BEGIN THE RECORDS
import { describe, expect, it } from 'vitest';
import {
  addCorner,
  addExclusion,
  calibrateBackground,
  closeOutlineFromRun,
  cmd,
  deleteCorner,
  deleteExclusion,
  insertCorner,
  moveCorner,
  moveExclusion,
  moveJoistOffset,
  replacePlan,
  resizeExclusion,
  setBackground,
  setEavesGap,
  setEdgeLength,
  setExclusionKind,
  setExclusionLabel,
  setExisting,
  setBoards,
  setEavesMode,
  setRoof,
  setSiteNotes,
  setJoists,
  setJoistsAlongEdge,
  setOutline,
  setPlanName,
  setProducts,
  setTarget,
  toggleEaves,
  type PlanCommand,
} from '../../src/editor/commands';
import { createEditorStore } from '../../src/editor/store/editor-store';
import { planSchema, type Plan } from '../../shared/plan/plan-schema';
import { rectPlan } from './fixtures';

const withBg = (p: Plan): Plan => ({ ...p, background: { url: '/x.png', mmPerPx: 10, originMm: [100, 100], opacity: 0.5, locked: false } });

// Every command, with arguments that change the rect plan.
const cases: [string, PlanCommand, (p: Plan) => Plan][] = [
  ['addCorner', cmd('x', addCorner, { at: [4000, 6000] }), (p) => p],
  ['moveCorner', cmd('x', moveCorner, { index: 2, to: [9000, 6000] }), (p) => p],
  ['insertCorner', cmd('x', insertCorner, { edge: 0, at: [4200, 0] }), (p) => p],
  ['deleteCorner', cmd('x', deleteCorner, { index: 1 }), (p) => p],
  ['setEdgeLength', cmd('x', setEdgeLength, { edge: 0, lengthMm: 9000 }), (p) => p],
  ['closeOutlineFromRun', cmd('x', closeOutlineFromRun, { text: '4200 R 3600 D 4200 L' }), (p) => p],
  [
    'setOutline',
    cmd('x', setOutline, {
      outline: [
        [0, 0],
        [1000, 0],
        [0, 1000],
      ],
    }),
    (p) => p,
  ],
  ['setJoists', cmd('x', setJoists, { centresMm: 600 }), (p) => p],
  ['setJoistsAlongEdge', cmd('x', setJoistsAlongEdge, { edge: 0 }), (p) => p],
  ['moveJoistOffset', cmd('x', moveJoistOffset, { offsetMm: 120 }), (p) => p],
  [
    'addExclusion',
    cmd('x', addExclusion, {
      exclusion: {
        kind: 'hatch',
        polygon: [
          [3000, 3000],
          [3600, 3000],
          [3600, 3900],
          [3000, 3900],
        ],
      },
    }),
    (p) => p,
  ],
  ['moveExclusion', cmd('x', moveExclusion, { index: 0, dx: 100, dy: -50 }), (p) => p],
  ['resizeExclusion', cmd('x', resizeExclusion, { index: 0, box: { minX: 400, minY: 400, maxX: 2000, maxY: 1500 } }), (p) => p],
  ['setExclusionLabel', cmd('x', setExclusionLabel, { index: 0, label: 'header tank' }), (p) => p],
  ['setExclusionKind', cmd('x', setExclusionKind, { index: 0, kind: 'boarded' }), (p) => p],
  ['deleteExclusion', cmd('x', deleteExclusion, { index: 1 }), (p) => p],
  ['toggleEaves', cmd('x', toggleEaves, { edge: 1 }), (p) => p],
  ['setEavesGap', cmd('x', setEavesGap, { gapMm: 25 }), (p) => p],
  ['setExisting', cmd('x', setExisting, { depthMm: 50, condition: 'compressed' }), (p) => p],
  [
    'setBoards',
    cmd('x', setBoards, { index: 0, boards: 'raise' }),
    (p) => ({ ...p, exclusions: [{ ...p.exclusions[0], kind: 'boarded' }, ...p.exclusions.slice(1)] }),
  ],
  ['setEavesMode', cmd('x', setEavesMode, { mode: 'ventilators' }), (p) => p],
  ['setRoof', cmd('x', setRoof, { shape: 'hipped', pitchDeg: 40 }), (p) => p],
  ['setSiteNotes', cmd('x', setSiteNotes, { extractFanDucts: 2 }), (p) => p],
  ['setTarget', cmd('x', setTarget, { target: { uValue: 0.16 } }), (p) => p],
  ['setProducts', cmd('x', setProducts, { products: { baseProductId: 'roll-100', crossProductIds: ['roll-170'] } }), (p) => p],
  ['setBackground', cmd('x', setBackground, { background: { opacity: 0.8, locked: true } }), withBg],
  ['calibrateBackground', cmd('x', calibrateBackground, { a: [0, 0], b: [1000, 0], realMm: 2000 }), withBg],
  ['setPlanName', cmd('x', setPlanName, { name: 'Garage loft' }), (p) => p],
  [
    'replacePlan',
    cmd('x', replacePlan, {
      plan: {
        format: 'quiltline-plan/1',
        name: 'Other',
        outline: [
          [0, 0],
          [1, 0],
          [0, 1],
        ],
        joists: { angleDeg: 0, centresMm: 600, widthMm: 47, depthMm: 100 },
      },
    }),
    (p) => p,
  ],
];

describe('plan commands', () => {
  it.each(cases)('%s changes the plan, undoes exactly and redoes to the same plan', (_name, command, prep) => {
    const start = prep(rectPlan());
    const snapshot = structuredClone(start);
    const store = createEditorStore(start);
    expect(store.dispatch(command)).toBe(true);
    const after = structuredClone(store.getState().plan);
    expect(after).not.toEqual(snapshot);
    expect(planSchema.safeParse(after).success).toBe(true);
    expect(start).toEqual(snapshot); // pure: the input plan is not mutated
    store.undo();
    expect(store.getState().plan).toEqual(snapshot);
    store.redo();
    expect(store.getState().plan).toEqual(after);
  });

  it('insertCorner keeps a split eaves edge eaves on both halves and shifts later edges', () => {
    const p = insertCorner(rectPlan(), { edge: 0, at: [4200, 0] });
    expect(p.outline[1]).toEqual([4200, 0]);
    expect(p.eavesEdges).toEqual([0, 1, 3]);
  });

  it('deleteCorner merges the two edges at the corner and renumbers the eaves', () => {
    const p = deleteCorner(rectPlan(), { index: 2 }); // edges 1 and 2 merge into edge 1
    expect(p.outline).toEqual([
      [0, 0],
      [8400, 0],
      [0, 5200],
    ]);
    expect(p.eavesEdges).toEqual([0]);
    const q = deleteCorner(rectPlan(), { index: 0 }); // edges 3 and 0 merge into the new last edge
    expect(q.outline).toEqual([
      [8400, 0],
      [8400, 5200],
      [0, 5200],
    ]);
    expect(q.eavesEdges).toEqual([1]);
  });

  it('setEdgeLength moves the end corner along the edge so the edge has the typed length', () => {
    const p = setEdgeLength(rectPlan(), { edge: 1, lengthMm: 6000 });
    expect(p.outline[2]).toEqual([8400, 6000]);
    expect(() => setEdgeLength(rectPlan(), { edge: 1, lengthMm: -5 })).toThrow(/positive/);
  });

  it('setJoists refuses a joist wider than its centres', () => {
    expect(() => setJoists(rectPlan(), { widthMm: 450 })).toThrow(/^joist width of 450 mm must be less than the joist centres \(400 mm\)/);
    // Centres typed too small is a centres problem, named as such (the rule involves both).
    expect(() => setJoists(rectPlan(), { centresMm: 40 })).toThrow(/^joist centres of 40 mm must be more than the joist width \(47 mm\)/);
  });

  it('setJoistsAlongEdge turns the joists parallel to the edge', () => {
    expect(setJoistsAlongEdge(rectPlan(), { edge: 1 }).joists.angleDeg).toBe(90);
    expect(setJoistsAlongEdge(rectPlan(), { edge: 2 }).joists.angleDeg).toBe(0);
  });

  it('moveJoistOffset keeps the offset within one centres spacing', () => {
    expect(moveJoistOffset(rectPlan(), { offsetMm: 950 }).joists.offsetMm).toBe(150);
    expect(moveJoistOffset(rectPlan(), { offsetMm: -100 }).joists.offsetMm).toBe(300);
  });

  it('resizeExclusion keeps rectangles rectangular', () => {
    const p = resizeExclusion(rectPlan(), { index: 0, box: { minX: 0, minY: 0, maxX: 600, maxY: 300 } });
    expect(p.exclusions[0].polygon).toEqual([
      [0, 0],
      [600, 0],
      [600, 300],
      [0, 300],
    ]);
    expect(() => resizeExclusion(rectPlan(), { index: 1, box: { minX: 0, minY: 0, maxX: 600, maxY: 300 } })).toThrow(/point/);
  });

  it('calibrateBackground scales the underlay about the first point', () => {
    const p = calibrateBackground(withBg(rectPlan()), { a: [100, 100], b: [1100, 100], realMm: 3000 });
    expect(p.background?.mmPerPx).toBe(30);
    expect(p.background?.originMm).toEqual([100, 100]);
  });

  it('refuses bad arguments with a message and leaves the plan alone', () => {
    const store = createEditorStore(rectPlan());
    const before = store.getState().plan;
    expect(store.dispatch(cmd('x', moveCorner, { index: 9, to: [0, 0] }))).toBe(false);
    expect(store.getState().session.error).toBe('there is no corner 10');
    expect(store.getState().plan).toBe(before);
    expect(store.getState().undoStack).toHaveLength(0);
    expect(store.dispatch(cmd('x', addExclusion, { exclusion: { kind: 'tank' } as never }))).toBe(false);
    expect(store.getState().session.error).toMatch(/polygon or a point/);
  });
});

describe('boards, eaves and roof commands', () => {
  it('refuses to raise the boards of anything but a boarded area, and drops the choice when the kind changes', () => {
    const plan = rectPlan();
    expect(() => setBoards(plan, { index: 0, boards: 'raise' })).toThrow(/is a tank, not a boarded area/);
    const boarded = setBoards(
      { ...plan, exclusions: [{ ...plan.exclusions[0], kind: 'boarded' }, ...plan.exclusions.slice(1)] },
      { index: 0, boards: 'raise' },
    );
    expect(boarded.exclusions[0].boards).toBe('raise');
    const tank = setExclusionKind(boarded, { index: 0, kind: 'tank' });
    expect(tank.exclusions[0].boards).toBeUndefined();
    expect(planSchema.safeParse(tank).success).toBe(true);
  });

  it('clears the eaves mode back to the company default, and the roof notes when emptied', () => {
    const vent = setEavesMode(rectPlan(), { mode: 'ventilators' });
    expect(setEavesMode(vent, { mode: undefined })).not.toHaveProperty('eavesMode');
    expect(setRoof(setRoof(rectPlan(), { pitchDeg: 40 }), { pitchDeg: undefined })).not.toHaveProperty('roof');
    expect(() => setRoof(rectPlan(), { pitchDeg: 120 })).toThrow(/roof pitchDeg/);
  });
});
END THE RECORDS
BEGIN THE RECORDS
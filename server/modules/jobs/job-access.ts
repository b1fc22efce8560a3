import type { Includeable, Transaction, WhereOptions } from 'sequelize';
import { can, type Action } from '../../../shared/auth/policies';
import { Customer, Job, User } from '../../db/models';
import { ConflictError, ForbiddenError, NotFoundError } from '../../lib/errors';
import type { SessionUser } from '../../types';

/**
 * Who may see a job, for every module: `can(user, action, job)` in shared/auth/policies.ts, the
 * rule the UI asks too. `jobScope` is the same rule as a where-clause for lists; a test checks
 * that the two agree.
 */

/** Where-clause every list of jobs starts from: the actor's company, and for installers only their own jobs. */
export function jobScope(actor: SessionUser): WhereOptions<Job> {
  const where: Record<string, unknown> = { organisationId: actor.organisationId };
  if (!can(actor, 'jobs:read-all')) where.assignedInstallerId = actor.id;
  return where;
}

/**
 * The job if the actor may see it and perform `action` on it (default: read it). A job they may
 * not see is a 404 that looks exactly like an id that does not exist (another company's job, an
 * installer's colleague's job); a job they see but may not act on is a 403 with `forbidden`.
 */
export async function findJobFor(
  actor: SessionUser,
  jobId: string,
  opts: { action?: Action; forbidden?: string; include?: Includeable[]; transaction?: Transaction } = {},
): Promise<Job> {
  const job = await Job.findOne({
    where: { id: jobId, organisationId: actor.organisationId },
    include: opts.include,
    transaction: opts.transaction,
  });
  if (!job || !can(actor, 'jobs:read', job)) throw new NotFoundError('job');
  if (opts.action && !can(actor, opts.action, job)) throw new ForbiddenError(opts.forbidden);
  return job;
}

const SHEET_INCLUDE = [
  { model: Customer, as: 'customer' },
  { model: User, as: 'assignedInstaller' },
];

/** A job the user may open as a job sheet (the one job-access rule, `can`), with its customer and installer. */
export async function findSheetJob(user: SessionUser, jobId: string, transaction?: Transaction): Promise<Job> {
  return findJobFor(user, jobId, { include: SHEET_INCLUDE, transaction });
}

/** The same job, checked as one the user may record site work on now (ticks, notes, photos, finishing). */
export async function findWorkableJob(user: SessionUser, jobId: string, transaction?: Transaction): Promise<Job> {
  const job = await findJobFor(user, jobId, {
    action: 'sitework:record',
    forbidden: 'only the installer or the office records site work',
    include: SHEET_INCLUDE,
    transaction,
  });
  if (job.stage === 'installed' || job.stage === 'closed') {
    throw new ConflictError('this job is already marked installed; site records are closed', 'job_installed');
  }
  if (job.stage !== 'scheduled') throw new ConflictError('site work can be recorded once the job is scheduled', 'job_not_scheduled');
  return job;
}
END THE RECORDS
* [EXERCISE REQUIREMENTS]: Above are some records; copy each line there that contains "rule".

* [FINISHED TASK]:
    // Centres typed too small is a centres problem, named as such (the rule involves both).
 * rule the UI asks too. `jobScope` is the same rule as a where-clause for lists; a test checks
/** A job the user may open as a job sheet (the one job-access rule, `can`), with its customer and installer. */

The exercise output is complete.